**Problem**. List all lines of the data containing the word "astype".

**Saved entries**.

- - -

"""Catchments under DEM error: outlet membership and drainage-divide probability.

A :class:`CatchmentJob` is run by :func:`terrain.runner.run_ensemble` like
the peak and depression attribution: realisation ``i`` perturbs the DEM,
fills its depressions, routes D8 flow, snaps each outlet to the cell of
highest flow accumulation within the snap radius (common practice, no
source), and adds 1 to each outlet's membership count for every cell
draining through it, and to the divide count for every cell with a
neighbour draining to another exit. Counts are integers, exact in any
order; the log holds each realisation's snapped cell and catchment area per
outlet.

Memory in the accumulating process: 8 bytes per cell per outlet plus 8 for
the divide count; each worker adds 4 per cell per outlet.
"""

from __future__ import annotations

import dataclasses
import math
from dataclasses import dataclass

import numpy as np

from .. import defaults
from ..dem import Dem
from ..engine.hydro import count_divides, count_membership, flow, snap_to_max
from ..errors import CheckpointError, OutletError
from ..layers import LAYERS, layer_name
from ..noise import ErrorModel
from .credit import concat_logs, proportion

__all__ = ["CatchmentJob", "CatchmentAccumulator", "snap_candidates", "LOG_FIELDS"]

LOG_FIELDS = ("real", "outlet", "cell", "area")


def _outlet_cell(dem: Dem, oid: str, x: float, y: float, source: str) -> tuple[int, int]:
    rows, cols = dem.shape
    a, b, c, d, e, f = dem.transform
    det = a * e - b * d
    col = (e * (x - c) - b * (y - f)) / det
    row = (-d * (x - c) + a * (y - f)) / det
    if not (0 <= row < rows and 0 <= col < cols):
        raise OutletError(f"{source}: outlet {oid} at ({x:g}, {y:g}) lies outside the raster; "
                          "check its coordinates and CRS")
    r0, c0 = int(row), int(col)
    if dem.nodata[r0, c0]:
        raise OutletError(f"{source}: outlet {oid} at ({x:g}, {y:g}) lies on a nodata cell; "
                          "move it onto the channel")
    return r0, c0


def snap_candidates(dem: Dem, ids, xy: np.ndarray, snap_m: float, *,
                    source: str = "outlets") -> tuple[np.ndarray, np.ndarray]:
    """Each outlet's snap candidates: valid cells whose centres lie within
    ``snap_m`` metres of the outlet's cell (always including that cell).

    Returns ``(cand, cand_ptr)``: the candidates of all outlets concatenated,
    and the offsets of each outlet's run.

    Raises
    ------
    OutletError
        A point outside the raster or on a nodata cell.
    """
    rows, cols = dem.shape
    w_m, h_m = dem.cell_metres()
    cand, ptr = [], [0]
    for oid, (x, y) in zip(ids, xy):
        r0, c0 = _outlet_cell(dem, oid, x, y, source)
        wr, hr = float(w_m[r0]), float(h_m[r0])
        kr = int(np.ceil(snap_m / hr)) if snap_m > 0 else 0
        kc = int(np.ceil(snap_m / wr)) if snap_m > 0 else 0
        rr, cc = np.mgrid[max(r0 - kr, 0):min(r0 + kr, rows - 1) + 1,
                          max(c0 - kc, 0):min(c0 + kc, cols - 1) + 1]
        dist = np.hypot((rr - r0) * hr, (cc - c0) * wr)
        ok = (dist <= snap_m) & ~dem.nodata[rr, cc]
        ok[r0 - rr[0, 0], c0 - cc[0, 0]] = True
        cand.append(np.sort((rr[ok] * cols + cc[ok]).astype(np.int64)))
        ptr.append(ptr[-1] + cand[-1].size)
    return np.concatenate(cand), np.array(ptr, np.int64)


@dataclass(frozen=True, eq=False)
class CatchmentJob:
    """What a catchment realisation computes (see the module docstring).

    Attributes
    ----------
    ids : tuple of str
        Outlet ids (used in layer names).
    xy : (k, 2) array
        Outlet coordinates in the DEM's CRS.
    snap_m : float, optional
        Snap radius in metres. Default: 2 x the mean cell width.
    source : str
        Where the outlets came from (for messages).

    The grid-dependent arrays (snap candidates, cell sizes and areas) are
    filled in by :meth:`resolved`.
    """

    ids: tuple
    xy: np.ndarray
    snap_m: float | None = None
    source: str = "outlets"
    cand: np.ndarray | None = None
    cand_ptr: np.ndarray | None = None
    cell_w: np.ndarray | None = None
    cell_h: np.ndarray | None = None
    area_row: np.ndarray | None = None
    from_defaults: tuple = ()

    def __post_init__(self):
        ids = tuple(str(i) for i in self.ids)
        xy = np.asarray(self.xy, np.float64).reshape(-1, 2)
        if xy.shape[0] == 0:
            raise OutletError(f"{self.source}: no outlet points")
        if len(set(ids)) != len(ids):
            raise OutletError(f"{self.source}: outlet ids are not unique")
        if self.snap_m is not None and not (math.isfinite(self.snap_m) and self.snap_m >= 0):
            raise OutletError(f"{{snap_m}} must be >= 0 metres and finite, got {self.snap_m}",
                              "snap_m")
        object.__setattr__(self, "ids", ids)
        object.__setattr__(self, "xy", xy)

    # -- job interface ----------------------------------------------------------
    name = "catchments"

    @property
    def layers(self) -> tuple[str, ...]:
        member = LAYERS[layer_name("catchments", "membership")]
        return tuple(member.concrete(i) for i in self.ids) + (layer_name("catchments", "divide"),)

    def resolved(self, dem: Dem, model: ErrorModel) -> CatchmentJob:
        """This job with its snap radius resolved and the grid's arrays prepared."""
        snap = defaults.snap_radius(self.snap_m, dem)
        cand, ptr = snap_candidates(dem, self.ids, self.xy, snap, source=self.source)
        w, h = dem.cell_metres()
        return dataclasses.replace(self, snap_m=snap, cand=cand, cand_ptr=ptr, cell_w=w,
                                   cell_h=h, area_row=dem.cell_area_m2(),
                                   from_defaults=tuple(self.defaults_used()))

    def defaults_used(self) -> dict:
        """The settings left to library defaults, with the rule each follows."""
        used = self.snap_m is None or "snap_m" in self.from_defaults
        return {"snap_m": defaults.RULES["snap_m"]} if used else {}

    def describe(self) -> dict:
        return {"job": "catchments", "outlets": dict(zip(self.ids, self.xy.tolist())),
                "snap_m": self.snap_m}

    def new_counts(self, n_cells: int) -> dict:
        return {"member": np.zeros((len(self.ids), n_cells), np.int32),
                "divide": np.zeros(n_cells, np.int32)}

    def realise(self, z, sampler, seed, i, counts) -> dict:
        zi = sampler.draw(seed, i)
        zi += z
        nr, nc = z.shape
        fl = flow(zi, cell_w=self.cell_w, cell_h=self.cell_h)
        snapped = snap_to_max(fl.acc, self.cand, self.cand_ptr)
        area = count_membership(fl.order, fl.rec, snapped, nr, nc, self.area_row, counts["member"])
        count_divides(fl.exit, fl.valid, nr, nc, counts["divide"])
        k = len(self.ids)
        return {"real": np.full(k, i, np.int32), "outlet": np.arange(k, dtype=np.int32),
                "cell": snapped.astype(np.int64), "area": area}

    def accumulator(self, n_cells: int) -> CatchmentAccumulator:
        return CatchmentAccumulator(n_cells, self)

    def memory_per_cell(self, value_bytes: int) -> tuple[int, int]:
        """Accumulators: an int64 membership count per outlet and the divide
        count. Worker: the DEM copy and noise, filled surface, receivers, order,
        accumulation and exits (8 each), flags and queue, int32 counts per
        outlet and for divides."""
        k = len(self.ids)
        return 8 * k + 8, value_bytes + 4 + 49 + 4 * k + 4


class CatchmentAccumulator:
    """Integer membership and divide counts plus the per-realisation log."""

    def __init__(self, n_cells: int, job: CatchmentJob):
        self.job = job
        self.n = 0
        self.member = np.zeros((len(job.ids), n_cells), np.int64)
        self.divide = np.zeros(n_cells, np.int64)
        self.logs: list[dict] = []

    def add(self, log: dict, counts: dict, n: int) -> None:
        self.member += counts["member"]
        self.divide += counts["divide"]
        self.logs.append(log)
        self.n += n

    def log(self) -> dict:
        return concat_logs(self.logs, LOG_FIELDS)

    def layers(self, shape) -> dict:
        names = self.job.layers
        out = {}
        for k, name in enumerate(names[:-1]):
            p, se = proportion(self.member[k], self.n)
            out[name] = (p.reshape(shape), se.reshape(shape))
        p, se = proportion(self.divide, self.n)
        out[names[-1]] = (p.reshape(shape), se.reshape(shape))
        return out

    def stop_statistic(self) -> float:
        """Largest standard error of any membership or divide probability."""
        if self.n == 0:
            return math.nan
        # the largest p(1 - p) is at the count closest to n / 2
        closest = min(int(np.abs(2 * self.member - self.n).min()),
                      int(np.abs(2 * self.divide - self.n).min()))
        p = 0.5 - closest / (2 * self.n)
        return math.sqrt(p * (1 - p) / self.n)

    def state(self) -> dict:
        st = {"n": np.array(self.n), "member": self.member, "divide": self.divide}
        st.update({f"log_{k}": v for k, v in self.log().items()})
        return st

    def restore(self, st: dict) -> None:
        if st.get("member") is None or st["member"].shape != self.member.shape:
            raise CheckpointError("checkpoint arrays do not match this DEM and these outlets")
        self.member[:] = st["member"]
        self.divide[:] = st["divide"]
        self.n = int(st["n"])
        self.logs = [{k: st[f"log_{k}"] for k in LOG_FIELDS}]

- - -

**Completed exercise**.
        cand.append(np.sort((rr[ok] * cols + cc[ok]).astype(np.int64)))
                "cell": snapped.astype(np.int64), "area": area}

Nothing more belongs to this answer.